# Humminbird 788ci issue with Navionics



## CPO RETIRED (Nov 18, 2008)

Just received Navionics Premium for the northern states. Having trouble trying to figure out how to get it to work in my bird 788ci. I put the card in the sd slot, power up the unit and then what??? The boat is on the trailer in my pole barn and cannot get a gps fix. Maybe that is part of my problem? Anyone familiar with how this is supposed to work, please offer me some advice.

Very Respectfully,

John T. Forton
CPO, USN-RET


----------



## sylvan19 (Sep 13, 2009)

Ask this question in the Warm water fishing section and you might get a better response. Good luck


----------



## sjk984 (Jan 4, 2010)

Once the gps gets it's position it should overlay the navionics map automaticlly. 

Steve


----------



## CPO RETIRED (Nov 18, 2008)

thanks, for the tip, that is what a buddy told me late last night. After work today I will put the boat in Lake Leelanau and see what happens


----------



## L Carr (Jun 11, 2007)

You don't have to have a fix to use the mapping.

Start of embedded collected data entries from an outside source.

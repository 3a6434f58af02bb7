import { createHash } from 'node:crypto';
import { appendFileSync, mkdirSync, renameSync, utimesSync, writeFileSync } from 'node:fs';
import { join } from 'node:path';
import { gzipSync } from 'node:zlib';
import { expect, test } from 'vitest';
import { numbersPlan, plan, variable } from './plans.ts';
import { inFolder, marks, read, readIn, values } from './read-text.ts';

const ab = numbersPlan('rows.csv', ['a', 'b']);

/** A gzip file whose check sum (its eighth to fifth byte from the end, RFC 1952) is wrong. */
function damaged(): Buffer {
  const bytes = gzipSync('a,b\n1,2\n');
  return bytes.fill(0, bytes.length - 8, bytes.length - 4);
}

test.each([
  ['nothing', ''],
  ['a byte-order mark', '\ufeff'],
  ['blank lines', '\n  \r\n\n'],
])('a file of %s is empty', async (_, text) => {
  const { table, problems } = await read(text, ab);
  expect(table).toBeNull();
  expect(problems).toEqual([
    {
      code: 'data_empty',
      severity: 'error',
      place: { kind: 'file', file: 'rows.csv' },
      message: 'The data file rows.csv is empty.',
    },
  ]);
});

test.each(['a,b', 'a,b\n', 'a,b\r\n\r\n'])('%j has no rows', async (text) => {
  const { table, problems } = await read(text, ab);
  expect(table).toBeNull();
  expect(marks(problems)).toEqual(['data_no_rows']);
});

test('a file that is not there', async () => {
  const { table, problems } = await read(null, ab);
  expect(table).toBeNull();
  expect(problems).toEqual([
    {
      code: 'data_unreadable',
      severity: 'error',
      place: { kind: 'file', file: 'rows.csv' },
      message: 'There is no data file rows.csv.',
    },
  ]);
});

test('a file with a name near the one that is there', async () => {
  await inFolder(async (folder) => {
    writeFileSync(join(folder, 'row.csv'), 'a,b\n1,2\n');
    const { problems } = await readIn(folder, ab);
    expect(problems[0]?.hint).toBe('Did you mean row.csv?');
  });
});

test('a folder in place of the file, and a file in place of its folder', async () => {
  await inFolder(async (folder) => {
    mkdirSync(join(folder, 'rows.csv'));
    const { table, problems } = await readIn(folder, ab);
    expect(table).toBeNull();
    expect(problems[0]).toMatchObject({
      code: 'data_unreadable',
      message: 'The data file rows.csv is a folder.',
    });
    writeFileSync(join(folder, 'file'), 'x');
    const under = await readIn(join(folder, 'file'), ab);
    expect(under.problems[0]).toMatchObject({
      code: 'data_unreadable',
      message: 'The data file rows.csv cannot be opened (ENOTDIR).',
    });
  });
});

test('gzip by the ending of the name; the hash is of the file as stored', async () => {
  const packed = gzipSync('a,b\n1,2\n3,4\n');
  const { table } = await read(packed, { ...ab, file: 'rows.csv.gz' });
  expect(values(table, 'b')).toEqual([2, 4]);
  expect(table?.sha256).toBe(createHash('sha256').update(packed).digest('hex'));
});

test('gzip in several members, and in one with bytes after its end', async () => {
  const members = Buffer.concat([gzipSync('a,b\n1,2\n'), gzipSync('3,4\n')]);
  const one = await read(members, { ...ab, file: 'rows.csv.gz' });
  expect(values(one.table, 'b')).toEqual([2, 4]);
  const followed = Buffer.concat([gzipSync('a,b\n1,2\n'), Buffer.alloc(100_000)]);
  const { table } = await read(followed, { ...ab, file: 'rows.csv.gz' }, { chunkSize: 1000 });
  expect(values(table, 'b')).toEqual([2]);
  expect(table?.sha256).toBe(createHash('sha256').update(followed).digest('hex'));
});

test.each([
  ['a text', Buffer.from('a,b\n1,2\n')],
  ['half of its bytes', gzipSync('a,b\n1,2\n3,4\n').subarray(0, 20)],
  ['a damaged check sum', damaged()],
])('a .gz that is %s', async (_, bytes) => {
  const { table, problems } = await read(bytes, { ...ab, file: 'rows.csv.gz' });
  expect(table).toBeNull();
  expect(marks(problems)).toEqual(['data_unreadable']);
  expect(problems[0]?.message).toContain('cannot be unpacked (Z_');
});

test('the hash is of the bytes read', async () => {
  const text = '\ufeffa,b\r\n1,2\r\n';
  const { table } = await read(text, ab);
  expect(table?.sha256).toBe(createHash('sha256').update(text).digest('hex'));
});

test.each<[string, (path: string) => void]>([
  ['appended to', (path) => appendFileSync(path, '1,2\n')],
  ['touched', (path) => utimesSync(path, new Date(0), new Date(0))],
  [
    'replaced',
    (path) => {
      writeFileSync(`${path}.new`, 'a,b\n1,2\n3,4\n');
      renameSync(`${path}.new`, path);
    },
  ],
  ['taken away', (path) => renameSync(path, `${path}.old`)],
])('a file that is %s while it is read', async (_, change) => {
  await inFolder(async (folder) => {
    const path = join(folder, 'rows.csv');
    writeFileSync(path, 'a,b\n1,2\n3,4\n');
    let changed = false;
    const { table, problems } = await readIn(folder, ab, {
      onProgress: () => {
        if (!changed) change(path);
        changed = true;
      },
    });
    expect(changed).toBe(true);
    expect(table).toBeNull();
    expect(marks(problems)).toContain('data_changed');
  });
});

test('ragged rows are errors whatever the contract says of bad values', async () => {
  for (const onBadValue of ['stop', 'set_missing', 'leave_out_row'] as const) {
    const { table, problems } = await read('a,b\n1,2\n3\n\n4,5,6\n7,8\n', { ...ab, onBadValue });
    expect(table).toBeNull();
    expect(marks(problems)).toEqual(['row_ragged 3', 'row_ragged 5']);
    expect(problems[0]?.message).toBe('The row has 1 cell where the header has 2.');
    expect(problems[1]?.message).toBe('The row has 3 cells where the header has 2.');
  }
});

test('a quote that is never closed is named by its own line', async () => {
  const { table, problems } = await read(
    'a,b,c\n1,"x\ny","z\n2,3,4\n5,6,7\n',
    numbersPlan('rows.csv', ['a']),
  );
  expect(table).toBeNull();
  expect(marks(problems)).toEqual(['quote_unclosed 3']);
  expect(problems[0]?.message).toBe(
    'The quote that opens in line 3 is not closed before the end of the file.',
  );
});

test('a quote that is closed only by the quote of a later cell', async () => {
  const text = 'a,b\n1,2\n3,"4\n5,"6"\n7,8\n';
  for (const chunkSize of [1, 5, 1000]) {
    const { table, problems } = await read(text, ab, { chunkSize, headSize: 10 });
    expect(table).toBeNull();
    expect(marks(problems)).toEqual(['quote_unclosed 3']);
  }
});

test('text after a closing quote', async () => {
  const { problems } = await read('a,b\n1,"2"x\n3,4\n', ab);
  expect(marks(problems)).toEqual(['quote_unclosed 2']);
});

test('a quote inside an unquoted cell is part of it', async () => {
  const { table } = await read(
    'size,b\n5" pipe,1\n6" pipe,2\n',
    plan([variable('size', 'text'), variable('b')]),
  );
  expect(values(table, 'size')).toEqual(['5" pipe', '6" pipe']);
});

test('a quote left open at the top of a large file stops it with its line', async () => {
  const text = `a,b\n1,"2\n${'3,4\n'.repeat(4_500_000)}`;
  const { table, problems } = await read(text, ab, { chunkSize: 1 << 20 });
  expect(table).toBeNull();
  expect(marks(problems)).toEqual(['quote_unclosed 2']);
});

test('a line without an end', async () => {
  const { table, problems } = await read(`a,b\n1,2\n${'x'.repeat(17 << 20)}`, ab);
  expect(table).toBeNull();
  expect(marks(problems)).toEqual(['data_unreadable 3']);
  const first = await read('x'.repeat(34 << 20), ab);
  expect(first.table).toBeNull();
  expect(marks(first.problems)).toEqual(['data_unreadable 1']);
});

test('a large cell is a cell', async () => {
  const large = 'x\n'.repeat(1 << 20);
  const { table } = await read(`a,t\n1,"${large}"\n2,y\n`, plan([variable('a'), variable('t', 'text')]));
  expect(values(table, 't')).toEqual([large, 'y']);
  expect([...(table?.lines ?? [])]).toEqual([2, 2 + (1 << 20) + 1]);
});

test('characters of code 0', async () => {
  for (const chunkSize of [1, 65_536]) {
    const { table, problems } = await read('a,b\n1,"2\n"\n3,\0\n', ab, { chunkSize, headSize: 10 });
    expect(table).toBeNull();
    expect(marks(problems)).toEqual(['cell_encoding 4']);
  }
});

test.each([
  ['utf16le', Buffer.from('\ufeffa,b\n1,2\n', 'utf16le')],
  ['utf16be', Buffer.from('\ufeffa,b\n1,2\n', 'utf16le').swap16()],
])('the byte-order mark of %s', async (_, bytes) => {
  const { table, problems } = await read(bytes, ab);
  expect(table).toBeNull();
  expect(problems).toMatchObject([
    {
      code: 'cell_encoding',
      message: 'The data file rows.csv begins with the byte-order mark of UTF-16.',
      hint: 'Save it as UTF-8.',
    },
  ]);
});

test('bytes that are not UTF-8, and the same as Latin-1', async () => {
  const latin = Buffer.from('port,b\nMålmö,1\nOslo,2\nGöteborg,3\n', 'latin1');
  const own = plan([variable('port', 'category'), variable('b')]);
  for (const chunkSize of [1, 10, 65_536]) {
    const { table, problems } = await read(latin, own, { chunkSize, headSize: 10 });
    expect(table).toBeNull();
    expect(marks(problems)).toEqual(['cell_encoding 2 port']);
    expect(problems[0]?.message).toBe('2 rows hold bytes that are not UTF-8, line 2 first.');
    expect(problems[0]?.hint).toContain('latin-1');
  }
  const { table } = await read(latin, {
    ...own,
    format: { delimiter: null, decimalMark: '.', encoding: 'latin-1' },
  });
  expect(values(table, 'port')).toEqual(['Målmö', 'Oslo', 'Göteborg']);
  expect(table?.format).toEqual({ delimiter: ',', encoding: 'latin-1' });
});

test('bytes that are not UTF-8 in a column that is not read, or in the header', async () => {
  const column = await read(Buffer.from('a,b,note\n1,2,x\n1,2,é\n', 'latin1'), ab);
  expect(marks(column.problems)).toEqual(['cell_encoding 3 note']);
  const header = await read(Buffer.from('a,b,é\n1,2,x\n', 'latin1'), ab);
  expect(header.table).toBeNull();
  expect(marks(header.problems)).toEqual(['cell_encoding 1 \ufffd']);
});

test('a cell with bytes that are not UTF-8 is not faulty in any other way', async () => {
  const latin = Buffer.from('port,b\nMålmö,x\nOslo,2\n', 'latin1');
  const own = plan([variable('port', 'category', { levels: ['Malmö', 'Oslo'] }), variable('b')]);
  const { problems } = await read(latin, own);
  expect(marks(problems)).toEqual(['cell_encoding 2 port']);
  const all = await read(Buffer.from('port,b\né,1\n', 'latin1'), own);
  expect(marks(all.problems)).toEqual(['cell_encoding 2 port']);
});

test.each(['"', '\n', '\r', '\ufeff', ''])('the delimiter %j', async (delimiter) => {
  const { table, problems } = await read('a,b\n1,2\n', {
    ...ab,
    format: { delimiter, decimalMark: '.', encoding: null },
  });
  expect(table).toBeNull();
  expect(marks(problems)).toEqual(['data_unreadable']);
});

test('Latin-1 files that were written as windows-1252', async () => {
  const own = plan([variable('t', 'text'), variable('b')], {
    format: { delimiter: ',', decimalMark: '.', encoding: 'latin-1' },
  });
  const { table } = await read(
    Buffer.from([...Buffer.from('t,b\n'), 0x80, 0x85, 0xff, ...Buffer.from(',1\n')]),
    own,
  );
  expect(values(table, 't')).toEqual(['€…ÿ']);
});

test('a character U+FFFD that the file itself holds is no fault', async () => {
  const { table } = await read('t,b\n\ufffd,1\n', plan([variable('t', 'text'), variable('b')]));
  expect(values(table, 't')).toEqual(['\ufffd']);
});

test('header names twice', async () => {
  const needed = await read('a, b,b \n1,2,3\n', ab);
  expect(needed.table).toBeNull();
  expect(needed.problems).toMatchObject([
    {
      code: 'header_twice',
      severity: 'error',
      message: 'The header names "b" twice, in columns 2 and 3.',
    },
  ]);
  const ignored = await read('a,b,z,z,,z,\n1,2,3,4,5,6,7\n', ab);
  expect(ignored.problems).toMatchObject([
    {
      code: 'header_twice',
      severity: 'warning',
      message: 'The header names "z" 3 times, in columns 3, 4 and 6.',
    },
  ]);
  expect(ignored.table?.ignored).toEqual(['z', 'z', '(column 5)', 'z', '(column 7)']);
});

test('a declared column that is missing', async () => {
  const own = plan([
    variable('headwind'),
    variable('speed', 'number', { column: 'Speed (kn)' }),
    variable('a'),
  ]);
  const { table, problems } = await read('headwnd,Speed (kt),a\n1,2,oops\n', own);
  expect(table).toBeNull();
  expect(problems).toMatchObject([
    {
      code: 'column_missing',
      place: { row: 1, variable: 'headwind' },
      message: 'The header has no column "headwind".',
      hint: 'Did you mean headwnd?',
    },
    {
      code: 'column_missing',
      message: 'The header has no column "Speed (kn)" of the variable speed.',
      hint: 'Did you mean Speed (kt)?',
    },
    { code: 'cell_not_number', place: { row: 2, variable: 'a' } },
  ]);
});

test('a header that is one column for want of the right delimiter', async () => {
  const { table, problems } = await read('a:b\n1:2\n', ab);
  expect(table).toBeNull();
  // Told once: of such a header every column is missing.
  expect(marks(problems)).toEqual(['column_missing 1 a']);
  expect(problems[0]?.hint).toBe('The header was read as a single column; declare data.format.delimiter.');
  const declared = { ...ab, format: { ...ab.format, delimiter: ';' } };
  expect((await read('a,b\n1,2\n', declared)).problems).toMatchObject([
    { hint: 'The header was read as a single column; data.format.delimiter is ";".' },
  ]);
});

test('columns named as members of objects', async () => {
  const own = numbersPlan('rows.csv', ['__proto__', 'constructor', 'hasOwnProperty']);
  const { table, problems } = await read('constructor,__proto__,hasOwnProperty\n1,2,3\n', own);
  expect(problems).toEqual([]);
  expect(values(table, '__proto__')).toEqual([2]);
  expect([...(table?.columns.keys() ?? [])]).toEqual(['__proto__', 'constructor', 'hasOwnProperty']);
  const missing = await read('a\n1\n', numbersPlan('rows.csv', ['__proto__']));
  expect(marks(missing.problems)).toEqual(['column_missing 1 __proto__']);
});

Make sure you have the chip in, and set it up to read the GPS and not the sonar. Then go to a lake you want to look at. You DO NOT have to have GPS fix, Chief.

And THANKS FOR SERVING OUR OUR COUNTRY IN UNCLE SAM NAVY. RETIRING AS A CPO IS SOMETHING YOU SHOULD BE VERY PROUD OF. The officers might think they know everying, but it is the Chiefs that run the Navy!!!
LCinOH
'The Plotter Professor'


----------